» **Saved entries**
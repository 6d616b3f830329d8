import { Link } from "react-router";
import { PageHead } from "#app/components/layout/PageHead.tsx";
import { DataTable } from "#app/components/ui/DataTable.tsx";
import { EmptyState } from "#app/components/ui/EmptyState.tsx";
import { ListHead } from "#app/components/ui/ListHead.tsx";
import { SCAN_COLUMNS } from "#app/components/scans/scan-columns.tsx";
import { readListParams } from "#app/lib/list-params.ts";
import { programsWhere } from "#app/policies/permissions.ts";
import { scopeOf } from "#app/server/contexts.server.ts";
import { withinPages } from "#app/server/list-page.server.ts";
import { listScans, SCAN_SORTS, scanPrograms } from "#app/services/scans.server.ts";
import { countWaiting } from "#app/services/wafers/waiting.server.ts";
import type { Route } from "./+types/list";

export const meta: Route.MetaFunction = () => [{ title: "Scans · Planeward" }];

export async function loader({ context, url }: Route.LoaderArgs) {
  const scope = scopeOf(context);
  const programs = scanPrograms(scope, "see the work");
  const params = readListParams(url.searchParams, { sorts: SCAN_SORTS, filters: ["program"], descending: true });
  const page = withinPages(url, await listScans(scope, params));
  return {
    page,
    programs: programs.map(({ programName, programSlug }) => ({ value: programSlug, label: programName })),
    mayUpload: programsWhere(scope.actor, "upload scans").length > 0,
    waiting: await countWaiting(scope),
  };
}

export default function Scans({ loaderData }: Route.ComponentProps) {
  const { page, programs, mayUpload, waiting } = loaderData;
  const searched = page.params.query !== "" || Object.values(page.params.filters).some(Boolean);
  const upload = mayUpload && (
    <>
      <Link to="/scans/new" className="btn">
        Upload one pair
      </Link>
      <Link to="/scans/import" className="btn btn-primary">
        Import scans
      </Link>
    </>
  );
  // One filled button a page: where nothing is there yet it stands with the words that say what belongs here.
  const empty = page.total === 0 && !searched;
  const counted = page.total === 1 ? "1 scan" : `${page.total} scans`;
  return (
    <>
      <PageHead
        title="Scans"
        remark={searched ? `${page.total} found` : counted}
        actions={
          <>
            <Link to="/lots" className="btn">
              Lots
            </Link>
            <Link to="/scans/waiting" className="btn">
              {waiting === 0 ? "Files that wait" : waiting === 1 ? "1 file waits" : `${waiting} files wait`}
            </Link>
            <Link to="/instruments" className="btn">
              Instruments
            </Link>
            <Link to="/predictions" className="btn">
              Predicted against measured
            </Link>
            <Link to="/jobs" className="btn">
              Work under way
            </Link>
            {!empty && upload}
          </>
        }
      />
      <ListHead what="wafers, films and people" filters={[{ name: "program", label: "Program", options: programs }]} />
      {page.rows.length > 0 ? (
        <>
          <DataTable caption="Scans" columns={SCAN_COLUMNS} page={page} rowKey={({ id }) => id} />
          <p className="text-label text-quiet">
            Uncertainties are expanded, k = 2. Bow: centre above the reference plane with the device side up is
            positive.
          </p>
        </>
      ) : (
        <EmptyState title={searched ? "No scan fits" : "No scans yet"} actions={empty && upload}>
          {searched
            ? "Change the search, or take a filter away."
            : "A profile across a monitor wafer before a film and one after it belong here. From the two come the film’s stress with its uncertainty and the bow that it makes."}
        </EmptyState>
      )}
    </>
  );
}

» **Work instruction**
For each line above that includes "label", make a copy.

» **Written solution**
    programs: programs.map(({ programName, programSlug }) => ({ value: programSlug, label: programName })),
      <ListHead what="wafers, films and people" filters={[{ name: "program", label: "Program", options: programs }]} />
          <p className="text-label text-quiet">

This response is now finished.